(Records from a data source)
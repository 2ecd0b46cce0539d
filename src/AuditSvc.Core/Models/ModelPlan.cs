namespace AuditSvc.Core.Models;

/// <summary>How a layer's tensor holds its units and places.</summary>
public enum LayerLayout
{
    /// <summary>[N, C, H, W]: channels first (the usual convolution layout).</summary>
    ChannelsFirst,
    /// <summary>[N, H, W, C]: channels last, as inside blocks that permute to apply LayerNorm and dense layers per place.</summary>
    ChannelsLast,
    /// <summary>[N, T, C]: tokens; after <see cref="LayerInfo.PrefixTokens"/> leading tokens (class, distillation), token
    /// t is place (t / W, t % W) of the patch grid.</summary>
    Tokens,
    /// <summary>[N, C]: one value per unit for the whole image.</summary>
    Vector,
}

/// <summary>One readable intermediate tensor of the model.</summary>
/// <param name="Name">The tensor's name in the graph (what --layers takes).</param>
/// <param name="OpType">The operator that produces it (Relu, Conv, GlobalAveragePool, Gemm ...).</param>
/// <param name="Channels">Units in the layer (C).</param>
/// <param name="Height">Spatial height (1 for rank-2 layers).</param>
/// <param name="Width">Spatial width (1 for rank-2 layers).</param>
/// <param name="Rank">4 for [N,C,H,W], 2 for [N,C].</param>
/// <param name="Field">Receptive field of one position; for rank-2 layers the whole input.</param>
/// <param name="IsDefault">Chosen when the user names no layers.</param>
public sealed record LayerInfo(
    string Name,
    string OpType,
    int Channels,
    int Height,
    int Width,
    int Rank,
    ReceptiveField Field,
    bool IsDefault)
{
    /// <summary>How the tensor holds units and places (rank-4 layers are channels-first unless told).</summary>
    public LayerLayout Layout { get; init; } = Rank == 2 ? LayerLayout.Vector : LayerLayout.ChannelsFirst;

    /// <summary>Leading tokens that are not places on the grid (a class token), for <see cref="LayerLayout.Tokens"/>.</summary>
    public int PrefixTokens { get; init; }

    /// <summary>The node merges two image paths (a residual addition, a multi-branch concatenation): a block's output.</summary>
    public bool MergesPaths { get; init; }

    /// <summary>The tensor is an activation's output, including ones exported as several nodes (SiLU as x·σ(x), GELU through Erf).</summary>
    public bool IsActivation { get; init; }

    /// <summary>
    /// The tensor the pass reads: the layer itself when it is [N,C,H,W] or [N,C], else a channels-first view of it
    /// [N,C,H,W] that the graph rewrite adds (prefix tokens dropped), so every later step sees one layout.
    /// </summary>
    public string ReadName => Layout is LayerLayout.ChannelsFirst or LayerLayout.Vector ? Name : "auditsvc_view_" + Name;

    /// <summary>Why a crop of this layer's peak is where it is, in words.</summary>
    public string PlaceNote => Layout switch
    {
        _ when Rank == 2 || Height * Width == 1 => "one value for the whole image",
        LayerLayout.Tokens when Field.Global => "token on the patch grid; the crop is the token's patch, but attention makes its true receptive field the whole image",
        LayerLayout.Tokens => "token on the patch grid, before any attention: the crop is the token's patch",
        _ when Field.Global => "the crop is the local path's receptive field; a global path (squeeze-excitation, pooled context) also feeds it, so its true field is the whole image",
        _ => "receptive field of the peak position",
    };
}

/// <summary>A float tensor of the graph that is not read, and why (shown by `inspect`).</summary>
public sealed record SkippedTensor(string Name, string Node, string OpType, IReadOnlyList<long> Shape, string Reason);

/// <summary>How batches reach ONNX Runtime.</summary>
public enum BatchMode
{
    /// <summary>The batch dimension is symbolic (or was made so after a check): one run per batch.</summary>
    Batched,
    /// <summary>The batch dimension is fixed at 1 and could not be freed: concurrent batch-1 runs.</summary>
    ConcurrentSingle,
}

/// <summary>What the model intake learned about a model.</summary>
/// <param name="OutputName">The class-score output (logits, or probabilities when the graph ends in Softmax).</param>
/// <param name="Layers">Every candidate layer of the graph, in topological order.</param>
public sealed record ModelPlan(
    string ModelPath,
    string Sha256,
    string InputName,
    string OutputName,
    int ClassCount,
    InputRecipe Recipe,
    IReadOnlyList<LayerInfo> Layers,
    BatchMode Batch,
    bool OutputIsProbabilities)
{
    /// <summary>
    /// The file fixes the batch at 1 and the intake freed it without checking (<c>ModelLoadOptions.BatchCheckOnPass</c>):
    /// the activation pass checks it on its own session before its first run and falls back to
    /// <see cref="BatchMode.ConcurrentSingle"/> when a batch does not give what its images give one at a time.
    /// </summary>
    public bool BatchUnchecked { get; init; }

    /// <summary>The layers the audit reads (the defaults unless overridden).</summary>
    public IReadOnlyList<LayerInfo> ReadLayers { get; init; } = [];

    /// <summary>What the intake changed or assumed about the model (channels-last input, in-graph normalisation,
    /// a single-output binary classifier read as two classes), in words for `inspect`, audit.json and the report.</summary>
    public IReadOnlyList<string> Notes { get; init; } = [];

    /// <summary>Float tensors of rank 3 or more that cannot be read as layers, with the reason.</summary>
    public IReadOnlyList<SkippedTensor> Skipped { get; init; } = [];

    public IReadOnlyList<string> ClassNames =>
        Recipe.ClassNames ?? Enumerable.Range(0, ClassCount).Select(i => i.ToString(System.Globalization.CultureInfo.InvariantCulture)).ToArray();
}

DIRECTIONS:
Looking at the records above, return exactly the lines from the line with "2 for [N,C].</param>" to the line with "public int PrefixTokens", both ends included.

SOLUTION BELOW:
/// <param name="Rank">4 for [N,C,H,W], 2 for [N,C].</param>
/// <param name="Field">Receptive field of one position; for rank-2 layers the whole input.</param>
/// <param name="IsDefault">Chosen when the user names no layers.</param>
public sealed record LayerInfo(
    string Name,
    string OpType,
    int Channels,
    int Height,
    int Width,
    int Rank,
    ReceptiveField Field,
    bool IsDefault)
{
    /// <summary>How the tensor holds units and places (rank-4 layers are channels-first unless told).</summary>
    public LayerLayout Layout { get; init; } = Rank == 2 ? LayerLayout.Vector : LayerLayout.ChannelsFirst;

    /// <summary>Leading tokens that are not places on the grid (a class token), for <see cref="LayerLayout.Tokens"/>.</summary>
    public int PrefixTokens { get; init; }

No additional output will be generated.